My bisexuality posed the first real test to my Jewish faith

My bisexuality posed the first real test to my Jewish faith

Abigail Kay
Abigail Kay

The first instalment of a new blog by Abigail Kay, a recent Study of Religions graduate with a passion for chocolate who is currently working in the charity sector. 

Blog One: It’s funny how some distance can make everything seem small…

Let me take you back five years, to when I was 18.  My mother is pretty healthy, cancer diagnosis aside. My long-term boyfriend and I are going strong, despite some ups and downs.

My repetitive strain injury is mostly under control with medication and physio, and I’m functioning normally without too much pain.  I’m relatively comfortable with my religiosity and my faith, a few gripes notwithstanding.

That was a different me back then.  Now I am 23. I have graduated from university and I’m fulfilling my dream of working in the charity sector.

However, my mother’s been gone two and a half years and I’m still inexpertly putting the pieces of my life back together.

The boyfriend and I broke up nearly three years ago.

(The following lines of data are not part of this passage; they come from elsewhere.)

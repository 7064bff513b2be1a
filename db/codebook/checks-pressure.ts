import type { CheckItem } from '@/lib/model/code-book'
import { FUEL_PRESSURE, MOVES, VAPOUR } from './cautions'
import { GUESS, PRACTICE } from './sources'

/** Injection fuel pressure: there, right, and holding. */
export const PRESSURE_CHECKS: CheckItem[] = [
  {
    kind: 'check',
    id: 'fuelPressureGauge',
    name: 'Fuel pressure with a gauge',
    purpose: 'Shows whether pump, filter and regulator make the pressure the injector needs.',
    gate: { fuelling: ['injection'] },
    people: 1,
    onePersonWay: null,
    roles: ['mechanic'],
    guideSafe: false,
    light: 'lampEnough',
    weather: null,
    setups: ['tankCoverOff', 'railRelieved', 'gaugeInLine'],
    tools: [
      { tool: 'fuelGauge', accuracy: '2 % of full scale' },
      { tool: 'fuelCan', accuracy: null },
    ],
    machineState: 'cranking',
    mayMoveMachine: true,
    minutes: 14,
    costMinor: 0,
    steps: [
      {
        text: 'Let the pressure off: pump fuse out, crank two seconds, key off. Does not crank? Use the valve of the rail, if it has one, or leave this.',
        caution: FUEL_PRESSURE,
      },
      {
        text: 'Rag round the joint, glasses on. Open it slowly. Fit the gauge in line.',
        caution: VAPOUR,
      },
      { text: 'Fuse in. Key on three times. Look for drips before you go on.', caution: null },
      { text: 'Crank or let it start and die. Read the gauge all the while.', caution: MOVES },
      { text: 'Record the pressure as the engine dies.', caution: null },
    ],
    cautions: [FUEL_PRESSURE, VAPOUR, MOVES],
    record: 'kPa at key on, while cranking, as it dies.',
    outcomes: [
      { id: 'in', name: 'Within limits', good: true },
      { id: 'tooClose', name: 'Too close to call', good: false },
      { id: 'outHigh', name: 'Above limits', good: false },
      { id: 'outLow', name: 'Below limits or falls as it dies', good: false },
    ],
    table: {
      fuelPumpWeak: [16, 12, 2, 70],
      fuelPumpDead: [3, 2, 0, 95],
      fuelPumpRelay: [20, 4, 0, 76],
      fuelPumpWiring: [20, 8, 0, 72],
      fuelFilterBlocked: [44, 12, 2, 42],
      fuelRegulatorLeak: [34, 12, 2, 52],
      fuelOutOrShut: [10, 4, 0, 86],
      tankVentBlocked: [52, 12, 0, 36],
      fuelLineIce: [18, 8, 0, 74],
      fuelHoseLeak: [34, 14, 0, 52],
      mainRelayFault: [40, 6, 0, 54],
      batteryLow: [58, 16, 0, 26],
      keySwitchHarness: [58, 8, 0, 34],
      stopCircuitFault: [64, 4, 0, 32],
      tipOverTripped: [64, 4, 0, 32],
    },
    otherwise: [90, 5, 2, 3],
    expected: [{ words: "The maker's figure; 250 to 400 kPa is usual.", source: PRACTICE }],
    reading: {
      quantity: 'pressure',
      component: 'fuelRail',
      value: 'pressure',
      fallback: { low: 250, high: 400, unit: 'kPa', source: PRACTICE },
      good: [
        { weight: 0.9, from: 0.93, to: 1.07 },
        { weight: 0.1, from: 0.8, to: 1.2 },
      ],
      byFault: {
        fuelPumpWeak: [
          { weight: 0.25, from: 0.93, to: 1.07 },
          { weight: 0.75, from: 0.3, to: 0.9 },
        ],
        fuelPumpDead: [
          { weight: 0.04, from: 0.93, to: 1.07 },
          { weight: 0.96, from: 0, to: 0.2 },
        ],
        fuelPumpRelay: [
          { weight: 0.24, from: 0.93, to: 1.07 },
          { weight: 0.76, from: 0, to: 0.4 },
        ],
        fuelPumpWiring: [
          { weight: 0.26, from: 0.93, to: 1.07 },
          { weight: 0.74, from: 0, to: 0.85 },
        ],
        fuelFilterBlocked: [
          { weight: 0.55, from: 0.93, to: 1.07 },
          { weight: 0.45, from: 0.4, to: 0.9 },
        ],
        fuelRegulatorLeak: [
          { weight: 0.44, from: 0.93, to: 1.07 },
          { weight: 0.56, from: 0.3, to: 0.9 },
        ],
        fuelOutOrShut: [
          { weight: 0.13, from: 0.93, to: 1.07 },
          { weight: 0.87, from: 0, to: 0.5 },
        ],
        tankVentBlocked: [
          { weight: 0.62, from: 0.93, to: 1.07 },
          { weight: 0.38, from: 0.4, to: 0.9 },
        ],
        fuelLineIce: [
          { weight: 0.24, from: 0.93, to: 1.07 },
          { weight: 0.76, from: 0, to: 0.8 },
        ],
        fuelHoseLeak: [
          { weight: 0.46, from: 0.93, to: 1.07 },
          { weight: 0.54, from: 0.4, to: 0.9 },
        ],
        mainRelayFault: [
          { weight: 0.45, from: 0.93, to: 1.07 },
          { weight: 0.55, from: 0, to: 0.5 },
        ],
        batteryLow: [
          { weight: 0.72, from: 0.93, to: 1.07 },
          { weight: 0.28, from: 0.6, to: 0.9 },
        ],
        keySwitchHarness: [
          { weight: 0.65, from: 0.93, to: 1.07 },
          { weight: 0.35, from: 0, to: 0.6 },
        ],
        stopCircuitFault: [
          { weight: 0.67, from: 0.93, to: 1.07 },
          { weight: 0.33, from: 0, to: 0.3 },
        ],
        tipOverTripped: [
          { weight: 0.67, from: 0.93, to: 1.07 },
          { weight: 0.33, from: 0, to: 0.3 },
        ],
      },
    },
    passDoesNotProve:
      'Right pressure with no flow behind it can still starve the engine: do the flow check too.',
    stopWhen: 'Any drip at the gauge joint: key off, wipe, do it again.',
    basis: 'physics',
    basisWords: 'Pressure is what the injector needs. How often each fault shows it is a guess.',
    source: GUESS,
  },
  {
    kind: 'check',
    id: 'fuelPressureHold',
    name: 'Does the pressure hold',
    purpose: 'Shows a regulator or check valve that lets the pressure back.',
    gate: { fuelling: ['injection'] },
    people: 1,
    onePersonWay: null,
    roles: ['mechanic'],
    guideSafe: false,
    light: 'lampEnough',
    weather: null,
    setups: ['tankCoverOff', 'railRelieved', 'gaugeInLine'],
    tools: [
      { tool: 'fuelGauge', accuracy: '2 % of full scale' },
      { tool: 'fuelCan', accuracy: null },
    ],
    machineState: 'keyOn',
    mayMoveMachine: false,
    minutes: 12,
    costMinor: 0,
    steps: [
      {
        text: 'With the gauge still in line: key on three times, then key off.',
        caution: FUEL_PRESSURE,
      },
      { text: 'Write down the pressure and the time.', caution: null },
      { text: 'Wait ten minutes. Touch nothing.', caution: null },
      { text: 'Write down the pressure again.', caution: null },
      { text: 'Let the pressure off into a rag before the gauge comes out.', caution: VAPOUR },
    ],
    cautions: [FUEL_PRESSURE, VAPOUR],
    record: 'kPa at the start and after ten minutes.',
    outcomes: [
      { id: 'holds', name: 'Loses less than a fifth', good: true },
      { id: 'some', name: 'Loses a fifth to a half', good: false },
      { id: 'falls', name: 'Loses more than half', good: false },
    ],
    table: {
      fuelRegulatorLeak: [8, 22, 70],
      fuelHoseLeak: [40, 26, 34],
      fuelPumpWeak: [66, 20, 14],
    },
    otherwise: [86, 10, 4],
    expected: [{ words: 'Less than a fifth lost in ten minutes.', source: PRACTICE }],
    reading: null,
    passDoesNotProve: 'It holds cold and may not hold hot.',
    stopWhen: 'Fuel anywhere outside.',
    basis: 'commonPractice',
    basisWords: 'The limit of a fifth is common practice; shares are guesses.',
    source: GUESS,
  },
]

My RSI is sometimes so painful that I’m incapable of basic tasks like brushing my teeth.  Claims that I was ‘only bicurious’ ceased when I proudly came out as bisexual last year.

I’ve been living with the black dog of depression for a year and a half.  And my religion has been a constant seesaw.

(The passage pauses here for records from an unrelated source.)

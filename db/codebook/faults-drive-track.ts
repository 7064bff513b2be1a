import { fault } from './draft'
import type { FaultData } from './fault-data'
import { SLED } from './gates-drive'

const TOW_SLED =
  'On a tow: belt off, sled on a deck or skis, or track free; the spec sheet says how.'

/** Track, slides, wheels in the tunnel and the shaft that drives them. */
export const TRACK_FAULTS: FaultData[] = [
  fault({
    id: 'trackOffIdlers',
    name: 'Track off its wheels, or far too slack',
    system: 'trackSystem',
    gate: SLED,
    repair: {
      words:
        'Raise it, slacken the axle, lever the track back, set slack and line on both sides alike.',
      doesNotFix: 'A bent rail or a lost wheel throws it again.',
      minutes: 45,
      setups: ['endRaised'],
      successOf100: 82,
    },
    onset: 'Ratchets under power, then jams in a turn or on rocks.',
    wayOut: 'repairHere',
    limpRefused: 'A track off its wheels cuts the tunnel and the coolers.',
    provedBy: 'Runs in line for a minute raised, slack of the spec sheet; then the proof run.',
  }),
  fault({
    id: 'trackFrozen',
    name: 'Track frozen or packed with ice',
    system: 'trackSystem',
    gate: SLED,
    repair: {
      words:
        'Lay it on its side or lift the rear, knock and thaw the ice out, rock it by hand until it turns.',
      doesNotFix: 'Throttle does not free it: it burns the belt.',
      minutes: 25,
      costMinor: 20,
      successOf100: 92,
    },
    onset: 'Parked warm in slush, then frost.',
    wayOut: 'repairHere',
    limpRefused: 'It does not move until it is free.',
    provedBy: 'Turns by hand all the way round, then runs a minute raised.',
  }),
  fault({
    id: 'trackJammed',
    name: 'Stick, stone or rope in the track',
    system: 'trackSystem',
    gate: SLED,
    repair: {
      words:
        'Key out, turn the track backwards by hand, cut or lever the thing out, look for damage.',
      doesNotFix: 'A torn window catches the next one.',
      minutes: 20,
      successOf100: 93,
    },
    onset: 'Stopped dead or with a bang on thin snow or at a fence.',
    wayOut: 'repairHere',
    limpRefused: 'Driven on, it tears the track or the tunnel.',
    provedBy: 'Turns by hand all the way round; then the proof run.',
  }),
  fault({
    id: 'trackTorn',
    name: 'Track torn, lugs or clips gone',
    system: 'trackSystem',
    gate: SLED,
    repair: {
      words: 'Cut loose flaps away so that nothing catches; a track is a shop job.',
      doesNotFix: 'Tape and wire do not hold in a track.',
      minutes: 180,
      part: 'trackUnit',
      setups: ['skidOut'],
      successOf100: 92,
    },
    onset: 'Thumps with speed, pieces on the trail.',
    wayOut: 'tow',
    limpRefused: `A track that parts locks or flies. ${TOW_SLED}`,
    provedBy: 'Whole track in line; then the proof run.',
  }),
  fault({
    id: 'slidesMelted',
    name: 'Slides melted or worn through',
    system: 'trackSystem',
    gate: SLED,
    repair: {
      words:
        'Cool them with snow, scrape the clips, ride where there is loose snow; new slides at the shop.',
      doesNotFix: 'Snow once is not enough on ice: stop and cool them often.',
      minutes: 50,
      part: 'slideSet',
      setups: ['endRaised'],
      successOf100: 85,
    },
    onset: 'Hard icy trail, no snow dust; smell of hot plastic.',
    wayOut: 'limpOut',
    provedBy: 'Slides thick enough, no smell after the proof run on hard snow.',
  }),
  fault({
    id: 'driveBearingFailed',
    name: 'Track drive shaft bearing failed',
    system: 'trackSystem',
    gate: SLED,
    repair: {
      words: 'Shop job: bearing, seal and whatever it cut.',
      doesNotFix: 'Grease does not bring balls back.',
      minutes: 120,
      part: 'driveBearing',
      setups: ['skidOut'],
      successOf100: 90,
    },
    onset: 'Growls and squeals low in the tunnel, smells hot.',
    wayOut: 'tow',
    limpRefused: `The shaft walks into brake, cooler or track. ${TOW_SLED}`,
    provedBy: 'No play, quiet, hand-warm after the proof run.',
  }),
  fault({
    id: 'idlerWheelLost',
    name: 'Idler wheel lost or seized',
    system: 'trackSystem',
    gate: SLED,
    repair: {
      words: 'Move a less needed wheel to its place, bolt tight; take a seized one off.',
      doesNotFix: 'Without both rear wheels the track does not stay in line.',
      minutes: 30,
      costMinor: 50,
      part: 'idlerWheel',
      setups: ['endRaised'],
      successOf100: 82,
    },
    onset: 'Rattle or squeal, a wheel seen on the trail.',
    wayOut: 'repairHere',
    limpRefused: 'A rear wheel missing lets the track walk off.',
    provedBy: 'All wheels turn, track in line; then the proof run.',
  }),
  fault({
    id: 'skidBroken',
    name: 'Rear suspension arm, rail or shaft broken',
    system: 'trackSystem',
    gate: SLED,
    repair: {
      words:
        'Strap the rails so that the track clears, only to load it up; arms and rails at the shop.',
      doesNotFix: 'A bolt of another grade shears again.',
      minutes: 120,
      part: 'skidArm',
      setups: ['skidOut'],
      successOf100: 85,
    },
    onset: 'Landed hard or hit a stump; sits low or askew.',
    wayOut: 'tow',
    limpRefused: `Broken suspension part: no ride. ${TOW_SLED}`,
    provedBy: 'Rails straight, bolts tight after the proof run.',
  }),
]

I reckon I’ve been through most of the typical tests of faith.  A number of unfortunate incidents while I was on my gap year in Israel made me question my previous acceptance of the role of women in Orthodox Judaism.

A few years later, though, my faith in the benevolence of God stood strong even as I watched my 54-year-old mother fade and die.  These experiences had the potential to shake my faith, but even when it wavered slightly, I always found that I couldn’t drop the practice side of Judaism.

I’m not sure whether that was because it was too habitual, a personal comfort, or an image that I felt I needed to maintain. Whatever it was, the faith always came back in the end.

The test of faith that I did not see coming was one as a result of my sexuality. 

I feel comfortable enough with my sexuality to be able to say that being bisexual is great: I can have a complete lack of concern for gender identity in potential romantic interests.

More importantly, though, discovering myself and coming out has made me so much more at peace with myself, and I can know that even as other things confuse me, at least one thing now makes much more sense. It gives me self-confidence, self-assurance, and happiness.

When I first came out, many people asked me how I reconciled that side of my life with my religious beliefs and commitments. I was very clear with them that I didn’t see any contradiction. A few very encouraging things I’d read and been told about non-heterosexuality and Orthodoxy had convinced me that I could be who I was and still be who I’d always been.

Over time, though, cracks began to appear in my commitment to Orthodoxy and my belief that there was a divine being out there somewhere. Things came to a head when I was watching the issue of same-sex marriage being debated on a Modern Orthodox forum a couple of months ago.

When I saw the way that discussions of non-heterosexual rights were simply descending into thinly veiled prejudice against non-heterosexual individuals, my eyes snapped open.

By the end of these discussions, I was beginning to wish I could just ‘be heterosexual again’, because my skin is not thick enough to deal with people lumping my attraction to women with other ‘immoral’ sexual activities – physical urges which are not wrong in themselves but which should be suppressed for the sake of religion.

And that made me realise that, frankly, if it was going to come down to a choice between expressing my true sexuality, a piece of self-knowledge which has made me so much more at ease with myself, and following my religion, which I can’t remember ever making me feel genuinely happy in and of itself, there is no contest.

Incidentally, I recently put this to the test when I decided to attend Pride in London even though it fell on Shabbat, and by the end of the day, I was indescribably glad that I had chosen to celebrate my sexuality with as much energy as I had previously celebrated my faith, but that’s another story for another day.

Abigail at this year's London Pride
Abigail at this year’s London Pride

The song Let It Go from the Disney film Frozen has become a bit of a phenomenon; I’m tempted even to call it an anthem.

The sentiments the lyrics express can be used in an almost limitless range of situations, because what it champions is the idea that it is possible to break free from the restrictive bonds you’ve formerly been held back by, and that when that happens, you can reinvent yourself to be the person you’ve always wanted or needed to be – or felt that you already were.

Breaking away from controlling parents or an abusive childhood (as is the case in the film). Slowly making your way out of the personal shackles of a mental illness. Accepting your sexuality and coming out. Or maybe leaving behind a religious tradition that suffused every aspect of life while you were growing up but is no longer the positive inspiration it could be?

Where will I be in five years’ time? I have a long journey ahead of me, and I don’t know where it will lead.

Maybe back to Judaism and Jewish faith. Maybe to another religion. Maybe away from religion entirely. Whatever happens, though, I’m going to try to bear the ideas behind Let It Go in mind.

Ultimately, I need to strive for whatever will make me the most emotionally and mentally healthy individual I can be, and if that means that perhaps Judaism is not conducive to that for me, it is OK to ‘let it go’.